HAJJA, Yemen, June 15 (Reuters) - The flour, oil and sugar which Yemeni mother of five Fairouz gets as food aid three times a month to turn into porridge to supplement her children's meagre diet is not nearly enough to feed her hungry brood.
But by September, it may be gone.
The 36-year-old is among around half a million Yemenis who receive help from the World Food Programme (WFP) in the Arabian peninsula state where efforts to fight persistent hunger are complicated by armed conflict and weak central control.
But the WFP says a drop in donor aid may force it to halt all Yemen operations by the end of August in a move it says could threaten stability. It has already halved rations for those displaced by a northern war to try to stretch aid stocks.
"With the current funding situation, we will have to cease operations by the end of August," said Gian Carlo Cirri, the WFP representative in Yemen, where one in three people suffer from chronic hunger. "The situation is extremely serious."
The WFP says it would need $75 million to continue operations for the duration of 2010 in impoverished Yemen, which is trying at once to cement a truce with northern rebels, quell separatism in the south and fight a resurgent al Qaeda arm.
Growing instability in Yemen is a major global security concern since a Yemen-based regional arm of al Qaeda claimed responsibility for a failed December attempt to bomb a U.S.-bound plane.
Western allies and neighbouring Saudi Arabia fear al Qaeda could exploit poverty and chaos in Yemen to use it as a base for destabilising attacks in the region and beyond. They want Yemen to resolve its domestic conflicts and consolidate power.
But Yemen, strategically located next door to top oil exporter Saudi Arabia but with fewer resources, is also trying to avert economic disaster for many, including around 350,000 displaced by the northern war, most of whom receive WFP support.
Meanwhile, donations to the WFP have fallen sharply as the financial crisis continues to dog many donor countries, Cirri said. In addition, many funds were diverted to Haiti after the Caribbean state was hit by a devastating earthquake in January. That has meant Yemen has had to do with less.
"When you look at the overall humanitarian requirement for Yemen ... It's very cheap to buy stability," Cirri said.
The Yemeni government, however, said the stability threat was an exaggeration.
"I think this ... was intended to pressure the government and the donors to fulfil the needs of the programme," Hisham Sharaf Abdalla, deputy minister for planning and international cooperation, said of the instability worries.

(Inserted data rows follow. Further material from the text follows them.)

def tetrahedron(points4, ordering="into_fluid"):
    """Tetrahedron from 4 points with consistently oriented triangle faces.

    Each face is ordered so its Newell normal points away from the opposite
    vertex (out of the solid) for ``'into_fluid'``.
    """
    P = np.asarray(points4, dtype=np.float64)
    if P.shape != (4, 3):
        raise ValueError("points4 must have shape (4, 3)")
    signed6 = np.dot(np.cross(P[1] - P[0], P[2] - P[0]), P[3] - P[0])
    scale = max(np.ptp(P, axis=0).max(), np.finfo(float).tiny) ** 3
    if abs(signed6) <= 1e-12 * scale:
        raise ValueError("degenerate tetrahedron")
    faces = [(0, 2, 1), (0, 1, 3), (1, 2, 3), (0, 3, 2)]  # outward if signed6 > 0
    if signed6 < 0:
        faces = [f[::-1] for f in faces]
    return P.copy(), _apply_ordering(faces, ordering)


# ---------------------------------------------------------------------------
# Geometry of polygon soups (independent numpy implementations)
# ---------------------------------------------------------------------------

def newell_normals(points, faces):
    """Unit normals and areas of polygons by Newell's method.

    N_x = sum_i (y_i - y_{i+1}) (z_i + z_{i+1}) and cyclic permutations;
    |N| is twice the (projected) polygon area.  Returns ``(normals (F,3),
    areas (F,))``; degenerate faces get a zero normal.
    """
    P = np.asarray(points, dtype=np.float64)
    N = np.zeros((len(faces), 3))
    for idx, conn in _group_faces(faces):
        v = P[conn]                     # (k, m, 3)
        w = np.roll(v, -1, axis=1)      # next vertex
        x, y, z = v[..., 0], v[..., 1], v[..., 2]
        xn, yn, zn = w[..., 0], w[..., 1], w[..., 2]
        N[idx, 0] = np.sum((y - yn) * (z + zn), axis=1)
        N[idx, 1] = np.sum((z - zn) * (x + xn), axis=1)
        N[idx, 2] = np.sum((x - xn) * (y + yn), axis=1)
    norm = np.linalg.norm(N, axis=1)
    unit = np.divide(N, norm[:, None], out=np.zeros_like(N), where=norm[:, None] > 0)
    return unit, 0.5 * norm


def face_centroids(points, faces):
    """Area centroid of each polygon, (F, 3).

    Triangle fan from the first vertex; each fan triangle is weighted by its
    area vector projected on the polygon's Newell normal (signed, so planar
    non-convex polygons are handled too).
    """
    P = np.asarray(points, dtype=np.float64)
    normals, _ = newell_normals(points, faces)
    C = np.zeros((len(faces), 3))
    for idx, conn in _group_faces(faces):
        v = P[conn]
        a, b, c = v[:, :1, :], v[:, 1:-1, :], v[:, 2:, :]
        w = 0.5 * np.einsum("kti,ki->kt", np.cross(b - a, c - a), normals[idx])
        tri_c = (a + b + c) / 3.0
        wsum = w.sum(axis=1)
        fallback = v.mean(axis=1)  # degenerate faces: vertex average
        ok = np.abs(wsum) > 0
        C[idx] = np.where(ok[:, None],
                          np.einsum("kt,kti->ki", w, tri_c) / np.where(ok, wsum, 1.0)[:, None],
                          fallback)
    return C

"But no leadership or government in the world would accept a lack of stability," he added.
WHAT MAY HAPPEN
Perched on breathtakingly beautiful craggy mountaintops, vertigo-inducing cliffs or nestled in dramatic valleys, Hajja's villages are often isolated and difficult to access, especially without vehicles.
Already, WFP aid reaches only a fifth of the 3.1 million Yemenis estimated to need support. For Hajja's inhabitants, news that the WFP may soon stop assisting their area does not bode well.
Yemen has one of the worst malnutrition rates in the world, competing only with countries such as Afghanistan, Bangladesh and India. More than 40 percent of its 23 million inhabitants live on less than $2 a day, and poverty is rising fast.
Hajja's inhabitants keep livestock and till terraced fields, often cultivating not food but qat, a mild narcotic leaf that dominates Yemeni life but also requires extensive irrigation in a country with chronic water shortages.
Yemen does have anti-qat awareness programmes, but development experts say it is difficult to persuade farmers to give up the lucrative crop since it is so vital to their income.
"This is a poor area, it has few resources," said Saleh Ahmed Nassar, who heads Hajja's nutritional programme.
Hajja's mayor said the WFP's looming pullout comes as the town's needs are growing fast and he too is worried about the potential effects on his area which is already one of the poorest in the country.
The WFP says if it pulls out, food insecurity and child mortality would rise, and people would be forced to migrate.
But the Yemeni government says the main humanitarian emergency in the country centres around the people displaced by the recently ended conflict in the northern province of Saada.
"There will be no such exaggerated scenarios," Abdalla said. "The only emergency situation are the refugees in Saada, and the Yemeni government with the help of donors will deal with it."
The WFP is in talks with Sanaa and donors to gain access to $4.7 billion in aid money pledged as long ago as 2006, the lion's share of which has yet to be distributed, Cirri said.
He said any savings the WFP may have had for Yemen have already been used up, and that there was no other option now but for the donors to step up to the plate.
"I want to believe that the donor community will realise that it's worth (helping) and if it is not done then the situation could really further deteriorate," he said.